[Collected data entries]
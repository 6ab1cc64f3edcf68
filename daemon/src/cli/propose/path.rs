//! Roles that stand in file names: a word of the trade and what follows it, `run-2`, `Teil_07`.

use regex::Regex;

use super::words::{Meaning, words_of};

/// The regex that takes the role out of every file's name, and what it takes out of the first.
pub(super) fn found(meaning: Meaning, files: &[&str]) -> Option<(String, String)> {
    let content = match meaning {
        Meaning::Trial => r"\d+",
        Meaning::Part => r"[\p{L}\p{N}]*\d",
        Meaning::Appraiser => r"\p{L}{1,12}",
        _ => return None,
    };
    words_of(meaning)
        .filter(|word| word.chars().count() > 2 && !word.contains(' '))
        .find_map(|word| {
            let pattern = format!(
                r"(?i)(?:^|[^\p{{L}}]){}[-_ ]?({content})(?:[^\p{{L}}\p{{N}}]|$)",
                regex::escape(word)
            );
            let regex = Regex::new(&pattern).ok()?;
            let taken = |file: &&str| {
                let found = regex.captures(file)?.get(1)?;
                Some(found.as_str().to_owned())
            };
            let all: Option<Vec<String>> = files.iter().map(taken).collect();
            let first = all?.into_iter().next()?;
            let short = format!(r"(?i){}[-_ ]?({content})", regex::escape(word));
            Some((short, first))
        })
}

#[cfg(test)]
mod tests {
    use super::*;

    #[test]
    fn a_word_before_it_makes_a_role_and_a_bare_number_none() {
        let trial = |files: &[&str]| found(Meaning::Trial, files);
        assert_eq!(
            trial(&["P03 KL run-2.csv", "P04 KL run-3.csv"]),
            Some((r"(?i)run[-_ ]?(\d+)".into(), "2".into()))
        );
        assert_eq!(trial(&["P03 run-2.csv", "P04-3.csv"]), None);
        assert_eq!(trial(&["trunk2.csv"]), None);
        assert_eq!(
            found(Meaning::Part, &["Teil_07 Lauf 2.csv"]),
            Some((r"(?i)teil[-_ ]?([\p{L}\p{N}]*\d)".into(), "07".into()))
        );
    }
}
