//! XML of unknown layout: the element that repeats once a reading, and the texts in and about it.
//!
//! The record is the outermost element of those that are met most often and hold a value: a leaf that a word of
//! the trade calls one, else any number. A leaf belongs to a record when it is met no more often than that.

use std::collections::BTreeMap;

use quick_xml::events::{BytesStart, Event};
use quick_xml::reader::Reader;
use restudy_parsers::Refused;

use super::number::is_number;
use super::sample::{Datum, Dress, Place, Sample, Spot};
use super::words::{self, Meaning};

/// Elements may nest so deep.
const DEPTH_MAX: usize = 64;
/// Different paths that are kept.
const PATHS_MAX: usize = 4096;

/// Everything met at one path.
#[derive(Debug, Default)]
struct Met {
    count: usize,
    /// Texts of leaf elements or attributes.
    texts: Vec<String>,
    /// Beside each text, the ordinals of the elements it stands in, from the root.
    within: Vec<Vec<usize>>,
    /// First met as the so-manieth path.
    order: usize,
}

/// An element that has not ended yet.
#[derive(Debug, Default)]
struct Open {
    name: String,
    text: String,
    has_children: bool,
    /// Among the elements at its path, from 0.
    ordinal: usize,
}

type Paths = BTreeMap<Vec<String>, Met>;

pub(super) fn sample(
    file: &str,
    text: &str,
    encoding: Option<&'static str>,
) -> Result<Sample, Refused> {
    let paths = walk(text)?;
    let Some(each) = record(&paths) else {
        return Err(refusal("no element of this XML holds a number".into()));
    };
    let records = paths.get(&each).map_or(0, |met| met.count);
    Ok(Sample {
        file: file.to_owned(),
        spots: spots(&paths, &each, records),
        dress: Dress::Xml {
            each: shown(&each),
            records,
            encoding,
        },
        end: None,
    })
}

fn refusal(sentence: String) -> Refused {
    Refused {
        sentence,
        hint: None,
        perhaps_unfinished: false,
    }
}

/// Paths of local names with what was met there; an attribute's name begins with `@`.
fn walk(text: &str) -> Result<Paths, Refused> {
    let mut reader = Reader::from_str(text);
    let mut paths = Paths::new();
    let mut open: Vec<Open> = Vec::new();
    loop {
        let event = reader
            .read_event()
            .map_err(|e| refusal(format!("this is no well-formed XML: {e}")))?;
        match event {
            Event::Start(element) => enter(&element, &mut open, &mut paths)?,
            Event::Empty(element) => {
                enter(&element, &mut open, &mut paths)?;
                leave(&mut open, &mut paths);
            }
            Event::End(_) => leave(&mut open, &mut paths),
            Event::Text(piece) => {
                if let Some(own) = open.last_mut() {
                    own.text.push_str(&piece.xml10_content());
                }
            }
            Event::CData(piece) => {
                if let Some(own) = open.last_mut() {
                    own.text.push_str(&piece.xml10_content());
                }
            }
            Event::GeneralRef(name) => {
                let known = match &*name {
                    "lt" => Some('<'),
                    "gt" => Some('>'),
                    "amp" => Some('&'),
                    "apos" => Some('\''),
                    "quot" => Some('"'),
                    _ => name.resolve_char_ref().ok().flatten(),
                };
                if let (Some(own), Some(known)) = (open.last_mut(), known) {
                    own.text.push(known);
                }
            }
            Event::DocType(_) => {
                return Err(refusal(
                    "it declares a document type, which is never read".into(),
                ));
            }
            Event::Eof => break,
            Event::Comment(_) | Event::Decl(_) | Event::PI(_) => {}
        }
    }
    match open.last() {
        Some(Open { name, .. }) => Err(refusal(format!(
            "it ends inside the element `{name}`: is it whole?"
        ))),
        None => Ok(paths),
    }
}

fn enter(element: &BytesStart<'_>, open: &mut Vec<Open>, paths: &mut Paths) -> Result<(), Refused> {
    if open.len() >= DEPTH_MAX || paths.len() >= PATHS_MAX {
        return Err(refusal(format!(
            "more than {DEPTH_MAX} elements deep, or more than {PATHS_MAX} different paths"
        )));
    }
    if let Some(about) = open.last_mut() {
        about.has_children = true;
    }
    open.push(Open {
        name: element.local_name().as_ref().to_owned(),
        ..Open::default()
    });
    let path = path_of(open);
    let order = paths.len();
    let met = paths.entry(path.clone()).or_default();
    met.count += 1;
    if met.count == 1 {
        met.order = order;
    }
    let ordinal = met.count - 1;
    if let Some(own) = open.last_mut() {
        own.ordinal = ordinal;
    }
    for attribute in element.attributes() {
        let attribute =
            attribute.map_err(|e| refusal(format!("this is no well-formed XML: {e}")))?;
        let name = attribute.key.as_ref();
        if name.starts_with("xmlns") || name.starts_with("xsi:") {
            continue;
        }
        let mut path = path.clone();
        path.push(format!("@{}", attribute.key.local_name().as_ref()));
        let order = paths.len();
        let met = paths.entry(path).or_default();
        met.count += 1;
        if met.count == 1 {
            met.order = order;
        }
        let value = quick_xml::escape::unescape(&attribute.value);
        met.texts
            .push(value.map_or_else(|_| attribute.value.to_string(), String::from));
        met.within.push(ordinals(open));
    }
    Ok(())
}

fn leave(open: &mut Vec<Open>, paths: &mut Paths) {
    let path = path_of(open);
    let within = ordinals(open);
    if let Some(own) = open.pop()
        && !own.has_children
        && let Some(met) = paths.get_mut(&path)
    {
        met.texts.push(own.text.trim().to_owned());
        met.within.push(within);
    }
}

fn path_of(open: &[Open]) -> Vec<String> {
    open.iter().map(|own| own.name.clone()).collect()
}

fn ordinals(open: &[Open]) -> Vec<usize> {
    open.iter().map(|own| own.ordinal).collect()
}

fn is_leaf(met: &Met) -> bool {
    met.texts.len() == met.count && met.texts.iter().any(|text| !text.is_empty())
}

fn shown(path: &[String]) -> String {
    path.iter().flat_map(|name| ["/", name.as_str()]).collect()
}

/// The path of the element that holds one reading.
fn record(paths: &Paths) -> Option<Vec<String>> {
    let candidates = paths.iter().filter(|(path, _)| !is_attribute(path));
    let holding = |is_value: &dyn Fn(&[String], &Met) -> bool| {
        candidates
            .clone()
            .filter(|(path, own)| {
                paths.iter().any(|(leaf, met)| {
                    leaf.starts_with(path)
                        && (leaf.len() > path.len() || has_attributes(paths, path))
                        && met.count <= own.count
                        && is_leaf(met)
                        && is_value(leaf, met)
                })
            })
            .max_by_key(|(path, met)| (met.count, std::cmp::Reverse(path.len())))
            .map(|(path, _)| path.clone())
    };
    let numeric = |met: &Met| met.texts.iter().any(|text| is_number(text));
    let named = |path: &[String]| {
        names(path).iter().any(|name| {
            words::meanings(name)
                .iter()
                .any(|(_, m)| *m == Meaning::Value)
        })
    };
    holding(&|path, met| named(path) && numeric(met)).or_else(|| holding(&|_, met| numeric(met)))
}

fn has_attributes(paths: &Paths, path: &[String]) -> bool {
    paths.keys().any(|other| {
        is_attribute(other) && other.len() == path.len() + 1 && other.starts_with(path)
    })
}

fn is_attribute(path: &[String]) -> bool {
    path.last().is_some_and(|name| name.starts_with('@'))
}

/// What a leaf may be called: its own name, the one of the element about it, and both.
fn names(path: &[String]) -> Vec<String> {
    let own = path.last().map_or("", |name| name.trim_start_matches('@'));
    let about = path.len().checked_sub(2).and_then(|at| path.get(at));
    let own_words = words::of_name(own);
    match about {
        Some(about) => {
            let about = words::of_name(about);
            vec![own_words.clone(), format!("{about} {own_words}"), about]
        }
        None => vec![own_words],
    }
}

fn spots(paths: &Paths, each: &[String], records: usize) -> Vec<Spot> {
    let mut leaves: Vec<(&Vec<String>, &Met)> =
        paths.iter().filter(|(_, met)| is_leaf(met)).collect();
    leaves.sort_by_key(|(_, met)| met.order);
    leaves
        .into_iter()
        .filter_map(|(path, met)| {
            let shared = path.iter().zip(each).take_while(|(a, b)| a == b).count();
            let owner = each.get(..shared)?;
            let owners = paths.get(owner)?.count;
            if met.count > owners {
                return None;
            }
            let rest = path.get(shared..)?.join("/");
            let place = match each.len() - shared {
                0 if rest.is_empty() => ".".to_owned(),
                0 => rest,
                up if shared > 1 => format!("{}{rest}", "../".repeat(up)),
                _ => shown(path),
            };
            Some(Spot {
                place: Place::Xml(place),
                names: names(path),
                values: values(met, each, shared, records),
                once: met.count == 1 && records > 1,
                twice: false,
            })
        })
        .collect()
}

/// What stands there: one content a record when it stands within the record, else as met.
fn values(met: &Met, each: &[String], shared: usize, records: usize) -> Vec<Datum> {
    let datum = |text: &String| match text.trim() {
        "" => Datum::Blank,
        text => Datum::Text(text.to_owned()),
    };
    if shared < each.len() {
        return met.texts.iter().map(datum).collect();
    }
    let mut values = vec![Datum::Blank; records];
    for (text, within) in met.texts.iter().zip(&met.within) {
        let record = within.get(each.len() - 1).copied();
        if let Some(place) = record.and_then(|record| values.get_mut(record)) {
            *place = datum(text);
        }
    }
    values
}

#[cfg(test)]
mod tests {
    use super::*;

    fn places(text: &str) -> (String, Vec<String>) {
        let sample = sample("a.xml", text, None).unwrap();
        let Dress::Xml { each, .. } = sample.dress else {
            panic!("no XML")
        };
        let place = |spot: Spot| match spot.place {
            Place::Xml(path) => path,
            other => panic!("{other:?}"),
        };
        (each, sample.spots.into_iter().map(place).collect())
    }

    #[test]
    fn the_record_is_what_repeats_with_a_value() {
        let text = r#"<e xmlns:a="urn:a" id="3"><head><who>K &amp; L</who></head>
            <a:run part="P1"><f name="bore"><v><value>1.5</value></v></f><f name="pin"><v><value>2.5</value></v></f>
              <points><p>1</p><p>2</p><p>3</p></points></a:run></e>"#;
        let (each, spots) = places(text);
        assert_eq!(each, "/e/run/f");
        assert_eq!(
            spots,
            ["/e/@id", "/e/head/who", "../@part", "@name", "v/value"]
        );
    }

    #[test]
    fn without_a_word_the_most_repeated_number_decides() {
        let (each, _) = places("<a><b><q>1.5</q></b><b><q>1.6</q></b><c>x</c><c>y</c><c>z</c></a>");
        assert_eq!(each, "/a/b");
    }

    #[test]
    fn a_record_may_be_the_value_itself() {
        let (each, spots) = places("<a><m part='P1'>1.5</m><m part='P2'>1.6</m></a>");
        assert_eq!(
            (each.as_str(), spots),
            ("/a/m", vec![".".to_owned(), "@part".to_owned()])
        );
    }

    #[test]
    fn contents_stand_beside_their_record() {
        let text = "<a><r><value>1</value></r><r id='b'><value>2</value><up>3</up></r></a>";
        let sample = sample("a.xml", text, None).unwrap();
        for (at, place, text) in [(1, "@id", "b"), (2, "up", "3")] {
            assert_eq!(sample.spots[at].place, Place::Xml(place.into()));
            let expected = [Datum::Blank, Datum::Text(text.into())];
            assert_eq!(sample.spots[at].values, expected);
        }
    }

    #[test]
    fn what_is_no_whole_document_is_refused() {
        for text in [
            "<a><b>1</b>",
            "<a>x</a>",
            "<!DOCTYPE a><a>1</a>",
            "<a><b></a>",
        ] {
            assert!(sample("a.xml", text, None).is_err(), "{text}");
        }
        let deep = "<a>".repeat(100);
        assert!(sample("a.xml", &deep, None).is_err());
    }
}
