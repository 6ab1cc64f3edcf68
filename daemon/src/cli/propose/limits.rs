//! Whether limits are absolute or deviations from the nominal, found by comparing them with it.

use super::number::value;
use super::roles::Shared;

/// What the limits turned out to be.
#[derive(Debug, Clone, Copy, PartialEq, Eq)]
pub(super) enum Limits {
    /// In so many rows they enclose the nominal, and in none they could be deviations only.
    Absolute(usize),
    /// In so many rows they lie about zero or far from the nominal.
    Relative(usize),
    /// In so many rows they are deviations of one sign: far from the nominal, not about zero.
    PerhapsRelative(usize),
    /// Rows of both kinds.
    Mixed,
    /// Nothing tells: there is no nominal, or both readings fit.
    Open,
}

/// Judges the limits by every row that has what is needed.
pub(super) fn judge(
    nominal: Option<&Shared>,
    lower: Option<&Shared>,
    upper: Option<&Shared>,
    mark: char,
) -> Limits {
    let Some(nominal) = nominal else {
        return Limits::Open;
    };
    let (mut absolute, mut relative, mut one_sign) = (0, 0, 0);
    for (file, nominals) in nominal.by_file.iter().enumerate() {
        let at = |spot: Option<&Shared>, row: usize| {
            let values = spot?.by_file.get(file)?;
            let row = if values.len() == nominals.len() {
                row
            } else {
                return None;
            };
            value(values.get(row)?, mark)
        };
        for (row, datum) in nominals.iter().enumerate() {
            let Some(nominal) = value(datum, mark).filter(|n| *n != 0.0) else {
                continue;
            };
            let (lower, upper) = (at(lower, row), at(upper, row));
            if lower.is_none() && upper.is_none() {
                continue;
            }
            let encloses = lower.is_none_or(|l| l <= nominal) && upper.is_none_or(|u| u >= nominal);
            let about_zero = lower.is_none_or(|l| l <= 0.0) && upper.is_none_or(|u| u >= 0.0);
            let far = |limit: f64| (limit - nominal).abs() > nominal.abs() / 2.0;
            let all_far = lower.is_none_or(far) && upper.is_none_or(far);
            let none_far = !lower.is_some_and(far) && !upper.is_some_and(far);
            match (encloses, about_zero) {
                (true, false) => absolute += 1,
                (false, true) => relative += 1,
                (true, true) if none_far => absolute += 1,
                // Wide limits about zero and the nominal: either.
                (true, true) => {}
                (false, false) if all_far => one_sign += 1,
                (false, false) => absolute += 1,
            }
        }
    }
    match (absolute, relative, one_sign) {
        (0, 0, 0) => Limits::Open,
        (n, 0, 0) => Limits::Absolute(n),
        (0, 0, n) => Limits::PerhapsRelative(n),
        (0, n, m) => Limits::Relative(n + m),
        _ => Limits::Mixed,
    }
}

#[cfg(test)]
mod tests {
    use super::*;
    use crate::cli::propose::sample::{Datum, Place};

    fn column(numbers: &[Option<f64>]) -> Shared {
        let values = numbers
            .iter()
            .map(|n| n.map_or(Datum::Blank, Datum::Number));
        Shared {
            place: Place::Column("x".into()),
            names: Vec::new(),
            by_file: vec![values.collect()],
            once: false,
            twice: false,
        }
    }

    fn judged(rows: &[(f64, Option<f64>, Option<f64>)]) -> Limits {
        let nominal = column(&rows.iter().map(|r| Some(r.0)).collect::<Vec<_>>());
        let lower = column(&rows.iter().map(|r| r.1).collect::<Vec<_>>());
        let upper = column(&rows.iter().map(|r| r.2).collect::<Vec<_>>());
        judge(Some(&nominal), Some(&lower), Some(&upper), '.')
    }

    #[test]
    fn rows_decide() {
        let both = |n, l, u| (n, Some(l), Some(u));
        assert_eq!(judged(&[both(50.0, 49.9, 50.1)]), Limits::Absolute(1));
        assert_eq!(
            judged(&[both(50.0, -0.1, 0.1), both(0.0, -0.1, 0.1)]),
            Limits::Relative(1)
        );
        assert_eq!(judged(&[(50.0, None, Some(0.1))]), Limits::Relative(1));
        assert_eq!(judged(&[(50.0, Some(49.9), None)]), Limits::Absolute(1));
        assert_eq!(
            judged(&[both(50.0, 0.01, 0.03)]),
            Limits::PerhapsRelative(1)
        );
        assert_eq!(judged(&[(50.0, None, Some(50.1))]), Limits::Absolute(1));
        assert_eq!(judged(&[both(50.0, 50.03, 50.05)]), Limits::Absolute(1));
        assert_eq!(judged(&[both(0.1, -0.5, 0.5)]), Limits::Open);
        assert_eq!(judged(&[both(0.0, -0.1, 0.1)]), Limits::Open);
        assert_eq!(
            judged(&[both(50.0, -0.1, 0.1), both(50.0, 49.9, 50.1)]),
            Limits::Mixed
        );
        assert_eq!(judge(None, None, None, '.'), Limits::Open);
    }
}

- Problem description
Using the records above, restate word for word the lines from the one with "fn leave(open: &mut" through the one with "fn path_of(open: &[Open])", both included.

- Task solution
fn leave(open: &mut Vec<Open>, paths: &mut Paths) {
    let path = path_of(open);
    let within = ordinals(open);
    if let Some(own) = open.pop()
        && !own.has_children
        && let Some(met) = paths.get_mut(&path)
    {
        met.texts.push(own.text.trim().to_owned());
        met.within.push(within);
    }
}

fn path_of(open: &[Open]) -> Vec<String> {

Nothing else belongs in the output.